Work required: Count the lines below containing "StyleSheet"; state the number only.

Data to use:
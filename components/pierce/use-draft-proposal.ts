import { useMemo } from 'react';
import { proposeText } from '@/components/text/pierce-designer.ts';
import type { HouseRule } from '@/shared/house-rules.ts';
import type { Prediction, Revision, StrategyContent } from '@/shared/strategies.ts';
import type { MachineProfile, Nozzle } from '@/strategy/machine.ts';
import type { ReserveRules, Stage } from '@/strategy/pierce/index.ts';
import { ghostOf, type Ghost } from './ghost.ts';
import type { ProposeAsked } from './propose.worker.ts';
import { predicted } from './use-prediction.ts';
import { useProposal, type ProposalState } from './use-proposal.ts';

/** What every proposal starts from: machine, nozzle, plates, and the house rules that block. */
export type ProposalGround = Pick<
  ProposeAsked,
  'profile' | 'nozzle' | 'thickness' | 'hottestPlateTemperature' | 'houseRules'
>;

export type DraftProposal = {
  /** Null while machine or nozzle are not known, or a number is wrong. */
  readonly ground: ProposalGround | null;
  readonly state: ProposalState;
  /** What the proposed, or the nearest, stages come to. */
  readonly proposed: Prediction | null;
  readonly ghost: Ghost | null;
  readonly begin: (asked: ProposeAsked) => void;
  readonly clear: () => void;
};

type Asked = {
  content: StrategyContent;
  /** Every number can be read and is in its range. */
  sound: boolean;
  profile: MachineProfile | null;
  nozzle: Nozzle | null;
  rules: ReserveRules;
  houseRules: Revision['houseRules'];
};

/** The designer's proposal for a draft. One made for another plate, machine or nozzle than stands there now is none any more. */
export function useDraftProposal({ content, sound, profile, nozzle, rules, houseRules }: Asked): DraftProposal {
  const { state: last, begin, clear } = useProposal();
  const ground = useMemo(
    () => (sound && profile && nozzle ? groundOf(content, profile, nozzle, houseRules) : null),
    [sound, content, profile, nozzle, houseRules],
  );
  const outdated = last.kind === 'answered' && ground !== null && !groundSame(ground, last.asked);
  const state: ProposalState = outdated ? { kind: 'idle' } : last;
  const answer = state.kind === 'answered' ? state.proposal : null;
  const stages = answer && (answer.kind === 'ok' ? answer.stages : answer.nearest);
  const proposed = useMemo(
    () => (stages && profile && nozzle ? predicted(withStages(content, stages), profile, nozzle, rules) : null),
    [stages, content, profile, nozzle, rules],
  );
  const label = answer?.kind === 'ok' ? proposeText.label : proposeText.nearestLabel;
  const ghost = useMemo(
    () => (stages && proposed ? ghostOf(label, stages, proposed) : null),
    [stages, proposed, label],
  );
  return { ground, state, proposed, ghost, begin, clear };
}

export const groundOf = (
  content: Pick<StrategyContent, 'thickness' | 'hottestPlate'>,
  profile: MachineProfile,
  nozzle: Nozzle,
  houseRules: readonly Pick<HouseRule, 'expression' | 'sentence' | 'blocks'>[],
): ProposalGround => ({
  profile,
  nozzle: { type: nozzle.type, diameter: nozzle.diameter },
  thickness: { min: content.thickness.min * 1e-6, max: content.thickness.max * 1e-6 },
  hottestPlateTemperature: content.hottestPlate,
  houseRules: houseRules.filter(({ blocks }) => blocks).map(({ expression, sentence }) => ({ expression, sentence })),
});

export const groundSame = (a: ProposalGround, b: ProposalGround): boolean => groundText(a) === groundText(b);

const groundText = ({ profile, nozzle, thickness, hottestPlateTemperature, houseRules }: ProposalGround): string =>
  JSON.stringify([profile, nozzle, thickness, hottestPlateTemperature, houseRules]);

/** Content with other stages, as a draft holds them. */
const withStages = (content: StrategyContent, stages: readonly Stage[]): StrategyContent => ({
  ...content,
  stages: stages.map(({ duration, from, to }) => ({ duration, from: { ...from }, to: { ...to } })),
});
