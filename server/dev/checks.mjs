import { runTool } from './tool.mjs';
import { say, seconds } from './say.mjs';

const offline = { CI: '1', EXPO_OFFLINE: '1', EXPO_NO_TELEMETRY: '1' };

/** Types, lint, format; names those that failed. */
export async function runChecks() {
  // Writes the types of the routes, which the compiler needs.
  await runTool('expo', ['customize', 'tsconfig.json'], offline);
  const failed = [];
  const check = async (name, program, args) => {
    const since = Date.now();
    const code = await runTool(program, args);
    say(`${code === 0 ? 'ok    ' : 'FAILED'} ${name} (${seconds(since)})`);
    if (code !== 0) failed.push(name);
  };
  // Lint takes as long as all others: two side by side, one a core.
  await Promise.all([
    check('lint', 'eslint', ['--max-warnings', '0', '.']),
    (async () => {
      await check('types', 'tsc', ['--noEmit']);
      await check('types of strategy/ behind its fence', 'tsc', ['--noEmit', '-p', 'strategy']);
      await check('format', 'prettier', ['--check', '--log-level', 'warn', '.']);
    })(),
  ]);
  return { passed: 4 - failed.length, failed };
}
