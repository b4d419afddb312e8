// `npm start`: everything the product needs, set up and running. Node built-ins alone until the packages are there.
import fs from 'node:fs';
import path from 'node:path';
import { houseFolder, sourcesHash } from './folders.mjs';
import { ensurePackages } from './packages.mjs';
import { ensureDatabase, startCluster } from './postgres.mjs';
import { runCommand, say, seconds, SetupProblem } from './say.mjs';

const since = Date.now();
const opened = [];
let closing = null;

/** Closes in the reverse order of opening. */
function close() {
  closing ??= (async () => {
    for (const [name, stop] of opened.reverse()) {
      try {
        await stop();
      } catch (error) {
        say(`${name} did not stop cleanly: ${error.message}`);
      }
    }
  })();
  return closing;
}

await runCommand(async () => {
  const [major, minor] = process.versions.node.split('.').map(Number);
  if (major < 20 || (major === 20 && minor < 19))
    throw new SetupProblem(`Node 20.19 or newer is needed; this is ${process.versions.node}.`);
  for (const signal of ['SIGINT', 'SIGTERM']) {
    process.once(signal, () => {
      say('\nStopping …');
      void close().then(() => process.exit(0));
    });
  }
  onlyOnce();
  ensurePackages();

  const env = process.env.DATABASE_URL ? await realServices() : await privateServices();
  if (closing) return;
  const { buildWeb, webFolder } = await import('./web.mjs');
  await buildWeb();
  if (closing) return;
  const { startServer } = await import('./child.mjs');
  const server = await startServer({ NODE_ENV: 'production', ...env, WEB_FOLDER: webFolder });
  opened.push(['The server', server.stop]);
  if (closing) return void (await server.stop());
  say('');
  say(`Cinderpath is at ${server.address}   (ready in ${seconds(since)}; Ctrl-C stops it)`);
  if (env.DEMO_PASSWORD) await sayAccounts(server.address);
  const code = await server.ended;
  if (!closing) {
    await close();
    throw new SetupProblem(`The server ended by itself (exit ${code}).`);
  }
  await closing;
});
if (!closing) await close();

/** Two starts in one folder would stop each other's database. */
function onlyOnce() {
  const file = path.join(houseFolder(), 'start.pid');
  const other = fs.existsSync(file) ? Number(fs.readFileSync(file, 'utf8')) : 0;
  if (other && other !== process.pid) {
    let command = '';
    try {
      command = fs.readFileSync(`/proc/${other}/cmdline`, 'utf8');
    } catch {
      // It is gone: killed, or the machine restarted.
    }
    if (command.includes('server/dev/start.mjs'))
      throw new SetupProblem(`Cinderpath runs from this folder already (process ${other}). Stop it first.`);
  }
  fs.writeFileSync(file, String(process.pid));
  opened.push(['The lock', () => fs.rmSync(file, { force: true })]);
}

/** Databases and files of somebody else's: migrated, never seeded. */
async function realServices() {
  for (const name of ['DATABASE_OWNER_URL', 'S3_BUCKET', 'SESSION_SECRET']) {
    if (!process.env[name])
      throw new SetupProblem(`With DATABASE_URL set, ${name} is needed too: see README.md, “Real services”.`);
  }
  const { runToEnd } = await import('./child.mjs');
  await runToEnd('db/migrate.ts', {});
  return {};
}

/** A private cluster and a stand-in object store on loopback, with the demo plants filled in once. */
async function privateServices() {
  const cluster = await startCluster({ kind: 'product' });
  opened.push(['The database', cluster.stop]);
  const { startFakeS3 } = await import('./fake-s3.mjs');
  const s3 = await startFakeS3({ folder: 'files' });
  opened.push(['The object store', s3.stop]);
  const { made } = await ensureDatabase(cluster, 'cinderpath');
  const env = {
    DATABASE_URL: cluster.appUrl('cinderpath'),
    DATABASE_OWNER_URL: cluster.ownerUrl('cinderpath'),
    SESSION_SECRET: cluster.secrets.session,
    DEMO_PASSWORD: cluster.secrets.demo,
    ...s3.env,
  };
  const { prepareDatabase } = await import('./prepare.mjs');
  const stampFile = path.join(cluster.folder, 'prepared');
  const stamp = sourcesHash(['db', 'server/demo', 'package-lock.json']);
  if (made || !fs.existsSync(stampFile) || fs.readFileSync(stampFile, 'utf8') !== stamp) {
    await prepareDatabase(env);
    fs.writeFileSync(stampFile, stamp);
  }
  return env;
}

async function sayAccounts(address) {
  const answer = await fetch(`${address}/api/welcome`);
  const { demo } = await answer.json();
  if (!demo) return;
  say('');
  say(`Demo plants are filled in. Sign in as (password for all: ${demo.password}):`);
  for (const { mail, role, plant } of demo.accounts) say(`  ${mail.padEnd(34)} ${role.padEnd(24)} ${plant}`);
}
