import { memo } from 'react';
import { StyleSheet, View } from 'react-native';
import { common, unbroken } from '@/components/text/common.ts';
import { explainText, explanationOf, type Explained, type ExplainedFrom } from '@/components/text/pierce-explain.ts';
import { parameterRow, resultLabel, resultValue, type ResultName } from '@/components/text/pierce-results.ts';
import { useLayout } from '@/components/theme/layout.ts';
import { roles } from '@/components/theme/roles.ts';
import { line } from '@/components/theme/space.ts';
import { webStyle } from '@/components/theme/web-style.ts';
import { Dialog } from '@/components/ui/dialog.tsx';
import { FigureButton } from '@/components/ui/figure-button.tsx';
import { Facts } from '@/components/ui/facts.tsx';
import { Stack } from '@/components/ui/stack.tsx';
import { Body, Figure, Heading, Small } from '@/components/ui/text.tsx';

/** Results side by side, as cells of the title block; each is one press. */
export function ResultGrid({
  names,
  from,
  onExplain,
}: {
  names: readonly ResultName[];
  from: ExplainedFrom;
  onExplain: (explained: Explained) => void;
}) {
  const { width } = useLayout();
  return (
    <View
      role="group"
      aria-label={explainText.results}
      style={[styles.grid, webStyle({ gridTemplateColumns: `repeat(${columnsOf(width)}, 1fr)` })]}
    >
      {names.map((name) => (
        <ResultCell key={name} value={resultValue(name, from.prediction, from.system)} {...{ name, onExplain }} />
      ))}
    </View>
  );
}

/** As many as a figure with its unit has room in, and as fill whole rows. */
const columnsOf = (width: number): number => (width < 372 ? 2 : width < 640 ? 3 : 6);

type ResultCellProps = { name: ResultName; value: string; onExplain: (explained: Explained) => void };

const ResultCell = memo(function ResultCell({ name, value, onExplain }: ResultCellProps) {
  return (
    <FigureButton
      label={resultLabel[name]}
      value={value}
      spoken={explainText.spoken(resultLabel[name], value)}
      onPress={() => onExplain({ name })}
    />
  );
});

type ExplainDialogProps = { explained: Explained | null; from: ExplainedFrom; onClose: () => void };

/** What a result is, its formula in words, the numbers it was worked out from, what had to be assumed, and the sources. */
export function ExplainDialog({ explained, from, onClose }: ExplainDialogProps) {
  const told = explained && explanationOf(explained, from);
  return (
    <Dialog title={told?.title ?? ''} open={told !== null} onClose={onClose} closeLabel={common.close}>
      {told && (
        <Stack gap="l">
          <Figure large value={told.value} />
          <Body>{told.what}</Body>
          <Stack gap="xs">
            <Heading level={3}>{explainText.formula}</Heading>
            <Body>{told.formula}</Body>
          </Stack>
          <Stack gap="xs">
            <Heading level={3}>{explainText.inputs}</Heading>
            <Facts items={told.inputs.map(({ label, value }) => ({ label, value: unbroken(value) }))} />
          </Stack>
          {told.parameters.length > 0 && (
            <Stack gap="xs">
              <Heading level={3}>{explainText.parameters}</Heading>
              <Facts
                items={told.parameters.flatMap((name) => {
                  const row = parameterRow(name, from.system);
                  if (!row) return [];
                  const label = `${row.meaning}. ${explainText.origin(row.origin)}`;
                  return [{ label: `${label.charAt(0).toUpperCase()}${label.slice(1)}`, value: unbroken(row.value) }];
                })}
              />
            </Stack>
          )}
          <Stack gap="xs">
            <Heading level={3}>{explainText.source}</Heading>
            <Body>{told.source}</Body>
            <Small>{explainText.model(from.prediction.modelVersion)}</Small>
          </Stack>
        </Stack>
      )}
    </Dialog>
  );
}

const styles = StyleSheet.create({
  grid: {
    gap: 1,
    overflow: 'hidden',
    borderWidth: 1,
    borderColor: roles.ink,
    borderRadius: line.corner,
    backgroundColor: roles.rule,
    ...webStyle({ display: 'grid' }),
  },
});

Answer to the exercise: 2